Heavy use of alcohol — five or more drinks on the same occasion on each of five or more days in the past 30 days — was also common. Heavy drinking was reported by almost 7 percent of the same population, or 17 million people.
Drinking is pervasive, but more common in men, those between the ages of 21 and 25, and whites.
Richard Chester knows about alcoholism. He is now a Licensed Alcohol/Drug Counselor1 for Partners HealthCare and has worked there for the last 13 years. He is also a Licensed Mental Health Counselor and Certified Employee Assistance Professional.
Chester has also worked as a substance abuse coordinator at MCI-Shirley, a counselor at a halfway house for substance abusers, and has led group therapy sessions for court-referred driving while intoxicated (DWI) clients.
Chester readily admits that he is an alcoholic.
The biggest hurdle, he says, is getting people to accept that they have a problem.

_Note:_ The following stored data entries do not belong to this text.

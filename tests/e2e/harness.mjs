// What every browser test file shares: counting checks, Debian's Chromium through
// playwright-core (never a downloaded browser), the screenshot folder, and a record of every
// request and console error of a browser context.
import { chromium } from 'playwright-core';
import { spawnSync } from 'node:child_process';
import { existsSync, mkdirSync } from 'node:fs';
import { dirname, join } from 'node:path';
import { fileURLToPath } from 'node:url';

export const root = join(dirname(fileURLToPath(import.meta.url)), '..', '..');
export const fixtures = join(root, 'tests', 'fixtures');
export const out = join(root, 'tests', 'out', 'e2e');
mkdirSync(out, { recursive: true });

/** The command-line program, for checks that compare the page with it. */
export const spinneyBin = process.env.SPINNEY_BIN
  ?? join(process.env.CARGO_TARGET_DIR ?? join(root, 'target'), 'debug', 'spinney');

/** Runs `spinney ARGS...`; fails the check if the program is missing. */
export function spinney(args) {
  if (!existsSync(spinneyBin)) throw new Error(`${spinneyBin} is missing: run cargo build -p spinney-cli first (or set SPINNEY_BIN)`);
  const r = spawnSync(spinneyBin, args, { encoding: 'utf8', maxBuffer: 256 * 1024 * 1024 });
  if (r.error) throw new Error(`cannot run ${spinneyBin}: ${r.error}`);
  return { status: r.status, stdout: r.stdout, stderr: r.stderr };
}

let passed = 0, failed = 0;
export async function check(name, body) {
  try {
    await body();
    passed++;
    console.log(`PASS ${name}`);
  } catch (e) {
    failed++;
    console.log(`FAIL ${name}: ${String(e?.message ?? e).split('\n')[0]}`);
  }
}
export function expect(cond, what) { if (!cond) throw new Error(what); }

/** Prints the summary line scripts/test reads and exits with its status. */
export function finish() {
  console.log(`${passed} passed, ${failed} failed`);
  process.exit(failed ? 1 : 0);
}

export function launch() {
  return chromium.launch({
    executablePath: process.env.CHROMIUM ?? '/usr/bin/chromium',
    args: ['--headless', '--no-sandbox', '--disable-gpu', '--disable-quic', '--no-first-run',
      '--disable-background-networking', '--disable-component-update', '--disable-sync'],
    // playwright gives every launch a fresh temporary profile (the --user-data-dir of toolchain.md).
  });
}

/** Records every long task of the main thread of `context`'s pages (over 50 ms each, as the
 *  browser reports them: PerformanceObserver 'longtask'). Call before opening the page. */
export function watchLongTasks(context) {
  return context.addInitScript(() => {
    window.__longTasks = [];
    new PerformanceObserver((list) => {
      for (const e of list.getEntries()) window.__longTasks.push({ start: e.startTime, duration: e.duration });
    }).observe({ entryTypes: ['longtask'] });
  });
}

/** The page's own clock (performance.now()), to bracket a span for `longestTask`. */
export const mainThreadNow = (page) => page.evaluate(() => performance.now());

/** The longest main-thread task that began between two `mainThreadNow` readings. */
export const longestTask = (page, from, to) => page.evaluate(([a, b]) => Math.max(0, ...window.__longTasks
  .filter((t) => t.start >= a && t.start <= b).map((t) => t.duration)), [from, to]);

/** A page in `context` whose requests (its workers' and service worker's included) and
 *  console errors are recorded. */
export async function watchedPage(context) {
  const page = await context.newPage();
  const requests = [];
  const consoleErrors = [];
  context.on('request', (r) => requests.push(r.url()));
  page.on('console', (m) => { if (m.type() === 'error') consoleErrors.push(m.text()); });
  page.on('pageerror', (e) => consoleErrors.push(String(e)));
  return { page, requests, consoleErrors };
}

/** The closing check of a served page: nothing asked of another origin, no console errors
 *  (Content-Security-Policy violations among them). */
export function checkNothingLeft(requests, origin, consoleErrors) {
  return check('no request left the page\'s own origin, and no console errors', async () => {
    const away = foreign(requests, origin);
    expect(away.length === 0, `foreign requests: ${away.slice(0, 3)}`);
    expect(consoleErrors.length === 0, consoleErrors.slice(0, 3).join(' | '));
  });
}

/** Opens the page at `origin` and loads the surgical demo records. */
export async function openDemo(page, origin) {
  await page.goto(`${origin}/`);
  await page.waitForSelector('#app[data-ready=yes]', { timeout: 30000 });
  await page.click('#demo-surgery');
  await page.waitForFunction(() => document.querySelector('.facts')?.textContent.includes('surgery-complications.csv'));
}

/** Sets the demo records' complication_30d as the outcome. */
export async function chooseOutcome(page, name = 'complication_30d') {
  const names = await page.$$eval('table.columns tbody th[scope=row]', (s) => s.map((x) => x.textContent));
  await page.selectOption(`select[data-field=role][data-col="${names.indexOf(name)}"]`, 'outcome');
}

/** Closes the browser and the server, prints the summary and exits. */
export async function wrapUp(browser, server) {
  await browser.close();
  server.close();
  finish();
}

/** Requests to anything but `origin` (or data:/blob: URLs, which never leave the tab). */
export function foreign(requests, origin) {
  return requests.filter((u) => !u.startsWith(origin) && !u.startsWith('data:') && !u.startsWith('blob:'));
}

More often than not, those with a problem tend to blame their predicament on others. “It’s always someone else’s fault,” Chester says.
Until those issues are resolved, explained Dr. Timothy Benson, medical director of the McLean Center at Fernside, the real work cannot begin. “What I have seen is that a lot of people who are having a problem with alcohol have a hard time admitting that they are unable to control it,” Benson says. “They struggle with the notion of surrendering because to them surrendering means giving up the fight.”

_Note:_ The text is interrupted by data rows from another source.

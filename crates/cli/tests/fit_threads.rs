//! Invariant 2 (ARCHITECTURE.md) through the command line: a forest fitted on one thread and
//! on several is the same model, bit for bit (each tree draws from its own seeded streams).

use std::process::Command;

fn fit_json(threads: &str) -> serde_json::Value {
    let demo = concat!(
        env!("CARGO_MANIFEST_DIR"),
        "/../../demo-data/surgery-complications.csv"
    );
    let out = Command::new(env!("CARGO_BIN_EXE_spinney"))
        .args([
            "fit",
            demo,
            "--outcome",
            "complication_30d",
            "--method",
            "forest",
            "--set",
            "trees=24",
            "--set",
            "seed=5",
            "--threads",
            threads,
            "--json",
        ])
        .output()
        .unwrap();
    assert!(
        out.status.success(),
        "{}",
        String::from_utf8_lossy(&out.stderr)
    );
    let mut v: serde_json::Value = serde_json::from_slice(&out.stdout).unwrap();
    v["fit_seconds"] = serde_json::Value::Null;
    v
}

#[test]
fn one_thread_and_three_threads_give_the_same_forest() {
    let one = fit_json("1");
    let three = fit_json("3");
    assert_eq!(
        one["out_of_bag_error_by_trees"],
        three["out_of_bag_error_by_trees"]
    );
    assert_eq!(one, three);
}
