// Runs every browser test file in tests/e2e (*.test.mjs) one after another and prints the
// summed "N passed, N failed" line that scripts/test reads.
import { spawnSync } from 'node:child_process';
import { readdirSync } from 'node:fs';
import { dirname, join } from 'node:path';
import { fileURLToPath } from 'node:url';

const here = dirname(fileURLToPath(import.meta.url));
let passed = 0, failed = 0;
for (const file of readdirSync(here).filter((f) => f.endsWith('.test.mjs')).sort()) {
  console.log(`--- ${file}`);
  const run = spawnSync(process.execPath, [join(here, file)], { encoding: 'utf8', stdio: ['ignore', 'pipe', 'inherit'] });
  process.stdout.write(run.stdout ?? '');
  const m = (run.stdout ?? '').match(/^(\d+) passed, (\d+) failed$/m);
  if (m) { passed += Number(m[1]); failed += Number(m[2]); }
  if (run.status !== 0 && (!m || Number(m[2]) === 0)) { failed++; console.log(`FAIL ${file} exited with status ${run.status}`); }
}
console.log(`${passed} passed, ${failed} failed`);
process.exit(failed ? 1 : 0);
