// Browser test of the threshold step (issue 7, step 6): grow a forest on the demo records,
// see its out-of-bag predictions at threshold 0.5 agree with its out-of-bag error, check
// the shown intervals against the Wilson score formula (Wilson 1927, as in Newcombe 1998,
// method 3) and net benefit against Vickers & Elkin (2006), move the threshold by number,
// by keyboard on the slider, refuse a threshold outside (0, 1), and see a single tree's
// figures labelled as training (apparent), never as a validation, and a boosting run's too.
// Screenshots go to tests/out/e2e/.
//   node tests/e2e/threshold.test.mjs    (after trunk build)
import { join } from 'node:path';
import { serve } from '../../scripts/static-server.mjs';
import { check, checkNothingLeft, chooseOutcome, expect, launch, openDemo, out, root, watchedPage, wrapUp } from './harness.mjs';

const server = await serve(join(root, 'dist'), 0);
const origin = `http://127.0.0.1:${server.address().port}`;
const browser = await launch();
const context = await browser.newContext({ viewport: { width: 1280, height: 900 } });
const { page, requests, consoleErrors } = await watchedPage(context);

/** The 95% Wilson score interval (z = 1.959964), written out here from the formula. */
function wilson(k, n) {
  const z = 1.959963984540054, p = k / n, z2 = z * z;
  const centre = (p + z2 / (2 * n)) / (1 + z2 / n);
  const half = (z / (1 + z2 / n)) * Math.sqrt(p * (1 - p) / n + z2 / (4 * n * n));
  return [centre - half, centre + half];
}
const shown = () => page.$eval('.threshold-tables', (t) => ({
  threshold: Number(t.dataset.threshold), tp: Number(t.dataset.tp), fp: Number(t.dataset.fp),
  tn: Number(t.dataset.tn), fn: Number(t.dataset.fn), nb: Number(t.dataset.netBenefit),
  oob: t.dataset.outOfSample,
  rows: [...document.querySelectorAll('table.figures tbody tr')].map((r) => [...r.querySelectorAll('td')].map((d) => d.textContent)),
}));
const waitThreshold = (t) => page.waitForFunction((x) => Number(document.querySelector('.threshold-tables')?.dataset.threshold) === x, t);

let forestOob;
try {
  await check('a forest\'s out-of-bag predictions at 0.5 agree with its out-of-bag error', async () => {
    await openDemo(page, origin);
    await chooseOutcome(page);
    await page.check('input[name=method][value=forest]');
    await page.fill('#set-trees', '60');
    await page.click('#run-start');
    await page.waitForSelector('#step-runs[data-runs="1"]', { timeout: 60000 });
    await page.waitForSelector('#step-threshold:not([hidden]) .threshold-tables', { timeout: 30000 });
    forestOob = Number(await page.$eval('table.runs tbody tr', (r) => r.dataset.oob));
    const s = await shown();
    expect(s.oob === 'true', `source ${s.oob}`);
    const text = await page.textContent('#threshold-result');
    expect(/Out-of-sample predictions \(out-of-bag records\)/.test(text) && /out-of-sample/.test(text), text.slice(0, 200));
    const n = s.tp + s.fp + s.tn + s.fn;
    const left = Number((text.match(/(\d+) left out/) ?? [0, 0])[1]);
    expect(n + left === 4000, `${n} counted + ${left} left out`);
    // The forest's own out-of-bag error calls the class with the larger share; at 0.5 the
    // threshold does the same but for exact ties, so the two agree closely.
    const accuracy = (s.tp + s.tn) / n;
    expect(Math.abs(accuracy - (1 - forestOob)) < 0.01, `accuracy ${accuracy} vs 1 - oob ${1 - forestOob}`);
    await page.screenshot({ path: join(out, 'threshold-forest.png'), fullPage: true });
  });

  await check('intervals follow the Wilson score formula and net benefit Vickers & Elkin\'s', async () => {
    const s = await shown();
    const cells = [[s.tp, s.tp + s.fn], [s.tn, s.tn + s.fp], [s.tp, s.tp + s.fp], [s.tn, s.tn + s.fn]];
    cells.forEach(([k, total], i) => {
      if (total === 0) return;
      const [lo, hi] = wilson(k, total);
      const value = Number(s.rows[i][0]);
      const [slo, shi] = s.rows[i][1].split(' to ').map(Number);
      expect(Math.abs(value - k / total) < 6e-4 && Math.abs(slo - lo) < 6e-4 && Math.abs(shi - hi) < 6e-4,
        `row ${i}: shown ${s.rows[i]} vs ${k}/${total} = ${k / total} [${lo}, ${hi}]`);
    });
    const n = s.tp + s.fp + s.tn + s.fn;
    const nb = s.tp / n - (s.fp / n) * (s.threshold / (1 - s.threshold));
    expect(Math.abs(s.nb - nb) < 1e-12, `net benefit ${s.nb} vs ${nb}`);
  });

  await check('a lower threshold typed in the box calls more records positive', async () => {
    const before = await shown();
    await page.fill('#threshold-number', '0.2');
    await waitThreshold(0.2);
    const after = await shown();
    expect(after.tp + after.fp >= before.tp + before.fp && after.tp >= before.tp, `called positive ${before.tp + before.fp} -> ${after.tp + after.fp}`);
    expect(await page.$eval('#threshold-range', (r) => r.value) === '0.2', 'slider not moved with the box');
  });

  await check('keyboard: the slider and box are labelled, reached by Tab, and moved by arrow keys', async () => {
    await page.evaluate(() => { const h = document.querySelector('#step-threshold-title'); h.tabIndex = -1; h.focus(); });
    const seen = [];
    for (let k = 0; k < 8; k++) {
      await page.keyboard.press('Tab');
      seen.push(await page.evaluate(() => document.activeElement?.id ?? ''));
    }
    for (const id of ['threshold-run', 'threshold-positive', 'threshold-range', 'threshold-number']) {
      expect(seen.includes(id), `${id} not reached (${seen.join(', ')})`);
    }
    for (const id of ['threshold-run', 'threshold-positive', 'threshold-range']) {
      const label = await page.$eval(`#${id}`, (e) => e.labels?.[0]?.textContent.trim() ?? '');
      expect(label.length > 2, `#${id} has no label`);
    }
    expect((await page.getAttribute('#threshold-number', 'aria-label')).length > 5, 'box not named');
    await page.focus('#threshold-range');
    for (let k = 0; k < 3; k++) await page.keyboard.press('ArrowRight');
    await waitThreshold(0.23);
    expect(await page.$eval('#threshold-number', (r) => r.value) === '0.23', 'box not moved with the slider');
  });

  await check('a threshold outside (0, 1) is refused beside the box; the figures stay', async () => {
    await page.fill('#threshold-number', '1.5');
    await page.waitForSelector('#threshold-error:not([hidden])');
    expect(/above 0 and below 1/.test(await page.textContent('#threshold-error')), 'no message');
    expect((await shown()).threshold === 0.23, 'figures changed');
    await page.fill('#threshold-number', '0.5');
    await page.waitForSelector('#threshold-error', { state: 'hidden' });
  });

  await check('an unjudged single tree\'s figures are labelled training (apparent), never validation', async () => {
    await page.check('input[name=method][value=tree]');
    await page.fill('#set-depth', '3');
    await page.selectOption('#judging', 'none');
    await page.click('#run-start');
    await page.waitForSelector('#step-runs[data-runs="2"]', { timeout: 60000 });
    // The chosen run stays the forest until another is picked.
    expect((await shown()).oob === 'true', 'the choice of run changed by itself');
    await page.selectOption('#threshold-run', '1');
    await page.waitForFunction(() => document.querySelector('.threshold-tables')?.dataset.outOfSample === 'false', null, { timeout: 30000 });
    const text = await page.textContent('#threshold-result');
    expect(/Training predictions \(apparent\)/.test(text) && /not a validation/.test(text), text.slice(0, 300));
    expect(!/out-of-sample/.test(text), 'training figures called out-of-sample');
    const s = await shown();
    expect(s.tp + s.fp + s.tn + s.fn === 4000, 'not every training record counted');
    // Switching the class called positive swaps the roles of the cells.
    const before = s;
    await page.selectOption('#threshold-positive', '0');
    await page.waitForFunction((tp) => Number(document.querySelector('.threshold-tables').dataset.tp) !== tp, before.tp);
    const after = await shown();
    expect(after.tp + after.fn === before.tn + before.fp, `positives ${after.tp + after.fn} vs negatives before ${before.tn + before.fp}`);
    await page.screenshot({ path: join(out, 'threshold-tree.png'), fullPage: true });
  });

  await check('a gradient boosting run judged by 5-fold cross-validation brings its out-of-sample predictions', async () => {
    await page.check('input[name=method][value=boosting]');
    await page.fill('#set-rounds', '20');
    await page.selectOption('#judging', 'folds:5');
    await page.click('#run-start');
    await page.waitForSelector('#step-runs[data-runs="3"]', { timeout: 60000 });
    await page.selectOption('#threshold-run', '2');
    await page.waitForFunction(() => /Gradient boosting/.test(document.querySelector('#threshold-run').selectedOptions[0].textContent)
      && document.querySelector('.threshold-tables')?.dataset.outOfSample === 'true', null, { timeout: 30000 });
    const s = await shown();
    // Every record is held out once in 5-fold cross-validation, so all 4,000 are counted.
    expect(s.tp + s.fp + s.tn + s.fn === 4000, `${s.tp + s.fp + s.tn + s.fn} records counted`);
    const text = await page.textContent('#threshold-result');
    expect(/Out-of-sample predictions \(5-fold cross-validation\)/.test(text), text.slice(0, 300));
    expect(!(await page.$('#threshold-result .message.error')), await page.textContent('#threshold-result'));
  });

  await checkNothingLeft(requests, origin, consoleErrors);
} finally {
  await wrapUp(browser, server);
}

But as Benson rightly points out, for many, surrendering to the delusion of control is the first real step to fighting back.

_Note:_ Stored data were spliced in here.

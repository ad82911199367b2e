// Browser test of scoring new records (issue 7, step 7): grow a forest on the demo records
// in the page, score a second file with it and download the predictions as CSV; the same
// forest fitted and applied by the command line (`spinney fit ... --save-model` then
// `spinney predict ... --keep patient_id`) writes the same predictions byte for byte, and
// each row's three largest contributions (TreeSHAP) are those of `spinney explain
// --contributions all`. A file
// lacking a predictor is refused with the command line's own words, labels never seen in
// training are noted as the command line notes them, and the step's controls are reached by
// keyboard. Screenshots go to tests/out/e2e/.
//   node tests/e2e/score.test.mjs        (after trunk build and cargo build -p spinney-cli)
import { readFileSync, writeFileSync } from 'node:fs';
import { join } from 'node:path';
import { serve } from '../../scripts/static-server.mjs';
import { check, checkNothingLeft, chooseOutcome, expect, launch, openDemo, out, root, spinney, watchedPage, wrapUp } from './harness.mjs';

const demo = join(root, 'demo-data', 'surgery-complications.csv');
const lines = readFileSync(demo, 'utf8').trimEnd().split('\n');
const header = lines[0].split(',');
// New records: 300 rows of the demo file without their outcome, as a clinic would send them.
const outcomeAt = header.indexOf('complication_30d');
const drop = (line, at) => line.split(',').filter((_, i) => i !== at).join(',');
const fresh = join(out, 'new-records.csv');
writeFileSync(fresh, lines.slice(0, 301).map((l) => drop(l, outcomeAt)).join('\n') + '\n');
// The same without the column 'age', and with a ward never seen in training.
const noAge = join(out, 'new-records-no-age.csv');
writeFileSync(noAge, lines.slice(0, 51).map((l) => drop(drop(l, outcomeAt), header.indexOf('age'))).join('\n') + '\n');
const oak = join(out, 'new-records-oak.csv');
const wardAt = header.indexOf('ward');
writeFileSync(oak, lines.slice(0, 51).map((l, i) => {
  const f = l.split(',');
  if (i > 0 && i <= 3) f[wardAt] = 'Oak';
  return f.filter((_, k) => k !== outcomeAt).join(',');
}).join('\n') + '\n');


const server = await serve(join(root, 'dist'), 0);
const origin = `http://127.0.0.1:${server.address().port}`;
const browser = await launch();
const context = await browser.newContext({ viewport: { width: 1280, height: 900 }, acceptDownloads: true });
const { page, requests, consoleErrors } = await watchedPage(context);

async function score(file) {
  await page.evaluate(() => { document.querySelector('#score-result').textContent = ''; document.querySelector('#score-message').textContent = ''; });
  await page.setInputFiles('#score-input', file);
  await page.waitForFunction(() => document.querySelector('#score-result .facts') || document.querySelector('#score-message').textContent, null, { timeout: 60000 });
}

try {
  await check('a forest grown in the page scores a second file; the rows are shown', async () => {
    await openDemo(page, origin);
    await chooseOutcome(page);
    await page.check('input[name=method][value=forest]');
    await page.fill('#set-trees', '25');
    await page.click('#run-start');
    await page.waitForSelector('#step-runs[data-runs="1"]', { timeout: 60000 });
    await page.waitForSelector('#step-score:not([hidden])');
    await score(fresh);
    expect(await page.$eval('#score-result .facts', (f) => f.dataset.rows) === '300', 'not 300 rows scored');
    const head = await page.$$eval('table.predictions thead th', (t) => t.map((x) => x.textContent));
    expect(JSON.stringify(head) === JSON.stringify(['Row', 'patient_id', 'predicted_complication_30d', 'probability_no', 'probability_yes',
      'top_1_predictor', 'top_1_amount', 'top_2_predictor', 'top_2_amount', 'top_3_predictor', 'top_3_amount', 'amount_scale']), head.join(' | '));
    // Model numbers read to four decimals, unrounded in data-value.
    const first = await page.$$eval('table.predictions tbody tr:first-child td', (t) => t.map((x) => x.dataset.value ?? x.textContent));
    const shown = await page.$$eval('table.predictions tbody tr:first-child td', (t) => t.map((x) => x.textContent));
    expect(shown[2] === Number(first[2]).toFixed(4), `probability shown as ${shown[2]} for ${first[2]}`);
    expect(first[0] === 'P00001' && ['yes', 'no'].includes(first[1]) && Math.abs(Number(first[2]) + Number(first[3]) - 1) < 1e-12, first.join(' | '));
    await page.screenshot({ path: join(out, 'score-step.png'), fullPage: true });
  });

  await check('the downloaded predictions equal `spinney predict` with the same forest, byte for byte', async () => {
    const [file] = await Promise.all([page.waitForEvent('download'), page.click('#score-download')]);
    expect(file.suggestedFilename() === 'new-records.predictions.csv', file.suggestedFilename());
    const fromPage = readFileSync(await file.path(), 'utf8');
    // The page's form sends these settings; every other one is the default in both.
    const model = join(out, 'score-forest.model.json');
    const fit = spinney(['fit', demo, '--outcome', 'complication_30d', '--method', 'forest', '--set', 'trees=25',
      '--set', 'predictors_per_split=3', '--set', 'leaf_size=1', '--set', 'seed=1', '--save-model', model]);
    expect(fit.status === 0, `spinney fit: ${fit.stderr}`);
    const predicted = spinney(['predict', model, fresh, '--keep', 'patient_id']);
    expect(predicted.status === 0, `spinney predict: ${predicted.stderr}`);
    writeFileSync(join(out, 'new-records.cli.csv'), predicted.stdout);
    expect(fromPage.split('\n').length === 302, `${fromPage.split('\n').length} lines`);
    // The predictions: the first four columns, byte for byte (no field here needs quoting).
    const firstFour = fromPage.split('\n').map((l) => l.split(',').slice(0, 4).join(',')).join('\n');
    expect(firstFour === predicted.stdout, `page and command line differ (first lines: ${firstFour.slice(0, 120)} | ${predicted.stdout.slice(0, 120)})`);
    // The top three contributions per row, from the command line's TreeSHAP of every row.
    const explained = spinney(['explain', model, fresh, '--importance', 'impurity', '--contributions', 'all', '--json', '--interactions', '0']);
    expect(explained.status === 0, `spinney explain: ${explained.stderr}`);
    const cli = JSON.parse(explained.stdout);
    const names = cli.model.predictors;
    const rows = fromPage.trimEnd().split('\n').slice(1).map((l) => l.split(','));
    rows.forEach((f, i) => {
      const c = cli.contributions.rows[i].contributions.map((v, j) => [names[j], v[1]]).filter((x) => x[1] !== 0);
      c.sort((a, b) => Math.abs(b[1]) - Math.abs(a[1]));
      for (let t = 0; t < 3; t++) {
        expect(f[4 + 2 * t] === c[t][0] && Number(f[5 + 2 * t]) === c[t][1], `row ${i + 1}, top ${t + 1}: page ${f[4 + 2 * t]} ${f[5 + 2 * t]}, command line ${c[t]}`);
      }
      expect(f[10] === "probability of 'yes'", `row ${i + 1}: scale ${f[10]}`);
    });
  });

  await check('a file without a predictor is refused in the command line\'s words, and nothing changes', async () => {
    await score(noAge);
    const msg = await page.textContent('#score-message');
    const model = join(out, 'score-forest.model.json');
    const fromCli = spinney(['predict', model, noAge]).stderr.trim();
    // The command line says "Error: PATH: <reason>"; the page "FILE: <reason>. Nothing was scored."
    const reason = fromCli.slice(fromCli.indexOf(noAge) + noAge.length + 2);
    expect(reason.includes("the model needs the column(s) 'age'"), `command line: ${fromCli}`);
    expect(msg.includes(`new-records-no-age.csv: ${reason}`) && /Nothing was scored/.test(msg), `page: ${msg}`);
    expect(await page.$eval('#score-result', (r) => r.textContent === ''), 'old result left beside the refusal');
  });

  await check('labels never seen in training are noted as the command line notes them', async () => {
    await score(oak);
    const notes = await page.textContent('#score-notes');
    const model = join(out, 'score-forest.model.json');
    const note = spinney(['predict', model, oak]).stderr.split('\n').find((l) => /not seen in training/.test(l));
    expect(note && notes.includes(note.replace(/^note: /, '')), `page: ${notes} | command line: ${note}`);
  });

  await check('keyboard: the run choice, the file chooser and the download are reached with Tab', async () => {
    await page.evaluate(() => { const h = document.querySelector('#step-score-title'); h.tabIndex = -1; h.focus(); });
    const seen = [];
    for (let k = 0; k < 6; k++) {
      await page.keyboard.press('Tab');
      seen.push(await page.evaluate(() => document.activeElement?.id ?? ''));
    }
    for (const id of ['score-run', 'score-input', 'score-download']) expect(seen.includes(id), `${id} not reached (${seen.join(', ')})`);
    expect((await page.$eval('#score-run', (e) => e.labels[0].textContent)).includes('Score with'), 'run choice not labelled');
    const [file] = await Promise.all([page.waitForEvent('download'), (async () => { await page.focus('#score-download'); await page.keyboard.press('Enter'); })()]);
    expect(/predictions\.csv$/.test(file.suggestedFilename()), file.suggestedFilename());
  });

  await checkNothingLeft(requests, origin, consoleErrors);
} finally {
  await wrapUp(browser, server);
}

For blacks, alcoholism presents a different set of problems.
What has been shown in recent studies, Benson says, is that there is not much of a difference in drinking among the races, but the social, legal and workplace consequences are often felt more severely among African Americans.
And given the general unhealthiness of many blacks, the medical consequences can be more profound.
Part of the solution is figuring out what triggers an individual to seek alcohol as an answer, temporary to be sure, for ongoing stresses. Though not a clinical term, the notion of self-medicating is widespread.
By all accounts, some people should not drink at all. Doctors have not determined a safe level of drinking for pregnant women. Women who drink while pregnant increase their risk of fetal alcohol syndrome, irreversible defects that can include serious physical, mental and behavioral problems in the baby. Fetal alcohol syndrome is one of the leading causes of mental retardation in this country.
A quick self-assessment can start the process: Do you drink to relax or forget unpleasant things? Are you annoyed by criticism of your drinking or does drinking make you feel guilty? Do you drink in private or buy alcohol at different stores to hide your habit? Do you feel that you need a drink in the morning to get yourself going?
Programs, such as Alcoholics Anonymous and Al-Anon/Alateen for family members of alcoholics, can be helpful — and a lifesaver. |
Richard Chester has been sober for 30 years. As a Certified Employee Assistance Professional and Licensed Alcohol/Drug Counselor 1, he now spends his time helping others work through their addictions.